Will the Times end up like the Wall Street Journal, sold off by disgruntled, money-grubbing family members? To find out, New York investigated the fifth generation of the Times' controlling Sulzberger family. The good news, for those who want to see the Times stay in family hands, is that none of these young men and women (some shown in this handy PDF chart) would talk smack about their poorly-managed company to a reporter, in contrast to the Bancrofts who sold off the Journal. All family kids are being indoctrinated at special "orientation sessions," camps and annual business meetings, starting at age 10. Everyone stays connected on Facebook, including an 87-year-old Sulzberger grandmother. The bad news: No one knows if this unity will hold together when the company cuts unsustainably high stock dividend. Also, the family twentysomethings seem at least as unlikely to ever run the company as acid-dropping Pinch Sulzberger did 35 years ago. Here, for example, is what Judith Sulzberger's young grandson Alex Cohen recently wrote on his Facebook:

Alex, a student at NYU, plays drums in a band called the Mysterious Case of Jake Barnes with cousin Dave Golden (making it the unofficial Ochs-Sulzberger house band). He also flexes his editorial muscle on his Facebook page: “Alex Thinks Sarah Palin Can Suck A Dick And Leave Us All Alone.”

New York found other embarrassing online moments amidst the lives of Times heirs (emphasis added):

Ben Dolnick, the 26-year-old son of Lynn Dolnick, Michael Golden’s sister, is a successful fiction writer living in a brownstone secured by his grandmother, Ruth Holmberg. Victoria Dryfoos, daughter of Katie, lives in Martha’s Vineyard and has sought to “promote awareness of … and provide income for Huichol families,” a Native American group in Mexico.

Sarah Perpich, David’s 28-year-old sister and Sulzberger’s niece, is a fashion writer, stylist, and personal shopper. “For me, fashion is life, and life is art,” she writes on her blog.

Annie Sulzberger shows little interest in the Times, pursuing a career in art preservation while “aspiring to be a Daily Show correspondent,” according to her Friendster page (which also features a photo of her and her brother smoking a hookah while watching a Woody Allen film). A college friend from Brown, Dennis Kwan, says Annie was always circumspect about her identity as a Times heiress. “She tried to distance herself from it,” he says. She saw it as a “burden” because “people would talk about it.”

These lifestyles are funded by Times Company profits, via the stock dividend. But if the paper has been borrowing money to support those payouts, and now faces having its debt cut to junk status. Once the dividend is cut, as all financial logic indicates it must be, it's possible the fifth generation will try and force, at a minimum, professional non-family management.

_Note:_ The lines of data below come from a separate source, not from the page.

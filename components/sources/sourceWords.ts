import { OCTAVE_BANDS } from "@/lib/noise/bands";
import type { Plan, Situation } from "@/lib/noise/plan";
import type { Source } from "@/lib/noise/sources";
import { bandWords, capitalise, countWords, formatNumber, listWords, percent, withUnit, type BasisWord } from "../format";
import type { Answer } from "../state/plan";
import { leadOf } from "../walls/answer";
import { placementOf, type SourceDesk } from "./desk";
import { countKnown, loudestBand } from "./spectrum";

type Kinds = Pick<SourceDesk, "kinds">;

/** "Live room", "outdoors, no place yet", "2 duct mouths". */
export function whereWords(source: Source, plan: Plan, kinds: Kinds): string {
  const placement = placementOf(kinds, source.kind);
  if (placement === "room") return plan.spaces.find(({ id }) => id === source.spaceId)?.name ?? "no room yet";
  if (placement === "outdoor") return source.position ? "outdoors" : "outdoors, no place yet";
  const own = ({ sourceId }: { sourceId: string }) => sourceId === source.id;
  if (placement === "fan") return `in a duct with ${countWords(plan.outlets.filter(own).length, "mouth")}`;
  const walls = plan.incidences.filter(own).length;
  return walls > 0 ? `given at ${countWords(walls, "wall or opening", "walls and openings")}` : "given at no wall yet";
}

export interface HowKnown {
  basis: BasisWord;
  word?: string;
  doubt?: number;
}

/** What a source's figures rest on, with the doubt at its loudest band. */
export function howKnown(source: Pick<Source, "power" | "basis">, doubts: readonly (number | null)[] | undefined): HowKnown {
  const band = loudestBand(source.power);
  if (band === null) return { basis: "unknown", word: "no figures yet" };
  const doubt = doubts?.[band] ?? undefined;
  return source.basis === "typed" ? { basis: "estimated", word: "your figure", doubt } : { basis: source.basis, doubt };
}

/** Where a source's figures were read: "Own measurement, 1 m away in Live room". */
export function provenanceWords({ provenance: { document, clause, memory } }: Pick<Source, "provenance">): string {
  const remembered = memory && !/from memory/i.test(`${document} ${clause}`);
  return `${remembered ? "from memory: " : ""}${[document, clause].filter(Boolean).join(": ")}`;
}

export const knownWords = (power: Source["power"]): string => `${countKnown(power)} of ${OCTAVE_BANDS.length}`;

const called = ({ says, name }: Source) => says || name;

/** "Four sources, and your kit decides". */
export function headingWords(answer: Answer): string {
  const { sources } = answer.plan;
  const deciding = sources.find(({ id }) => id === leadOf(answer)?.receiver.facts.sourceId);
  const many = capitalise(countWords(sources.length, "source"));
  if (!deciding) return many;
  return sources.length === 1 ? `One source, ${called(deciding)}` : `${many}, and ${called(deciding)} decides`;
}

/** How much of what reaches the leading listener comes from the deciding source. */
export function decidingWords(answer: Answer): string {
  const lead = leadOf(answer);
  const deciding = answer.plan.sources.find(({ id }) => id === lead?.receiver.facts.sourceId);
  if (!lead || !deciding) return "What plays, how loud, where and when. What is not known here is not known in the verdict.";
  const where = lead.receiver.weighted ? "" : ` at ${bandWords(OCTAVE_BANDS[lead.bandIndex]!)}`;
  return `${percent(lead.receiver.facts.sourceShare)} of what reaches ${lead.name}${where} comes from ${called(deciding)}.`;
}

/** Listeners whose verdict is taken in that situation, by name. */
export function leadsFor({ id }: Situation, { plan, verdict }: Answer): string[] {
  return verdict.receivers
    .filter(({ situationId }) => situationId === id)
    .map(({ receiverId }) => plan.receivers.find((receiver) => receiver.id === receiverId)?.name ?? "a listener");
}

/** What goes with a removed source, in words; empty where nothing does. */
export function goingWords({ mouths, incidences, situations }: { mouths: number; incidences: number; situations: number }): string {
  const parts = [
    mouths > 0 && countWords(mouths, "duct mouth"),
    incidences > 0 && countWords(incidences, "level at a wall", "levels at walls"),
    situations > 0 && `its place in ${countWords(situations, "situation")}`,
  ].filter((words): words is string => Boolean(words));
  return parts.length > 0 ? `With it went ${listWords(parts)}.` : "";
}

/** 10 lg of a share of the time, dB: "3.5 dB lower". */
export const shareWords = (share: number): string =>
  share === 1 ? "all the time" : `${percent(share)} of the time, ${withUnit(formatNumber(-10 * Math.log10(share), 1), "dB")} lower over the whole period`;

Or it might turn to other leaders within the family:

Earlier this year, Michael Golden, the only other cousin in a position to run the company, returned to New York from Paris. While they maintain a cordial relationship, Golden is more conservative and mild-mannered than his prickly cousin, who sometimes criticizes Golden in front of surprised staffers, according to a person who has witnessed it. Golden still maintains the vice-chairman title and ostensibly oversees international operations but is, according to a person who knows him, “fishing for something to do” while he sits in an office down the hall from Sulzberger.

If he's looking for something to do, perhaps Golden could fashion some sort of advisory committee among the internet-savvy fifth generation of the extended Sulzberger clan. They might not be the most discreet lot, but they can, at the very least, prevent the company from another boneheaded new media decision like, say, passing on the chance to invest in Google pre-IPO.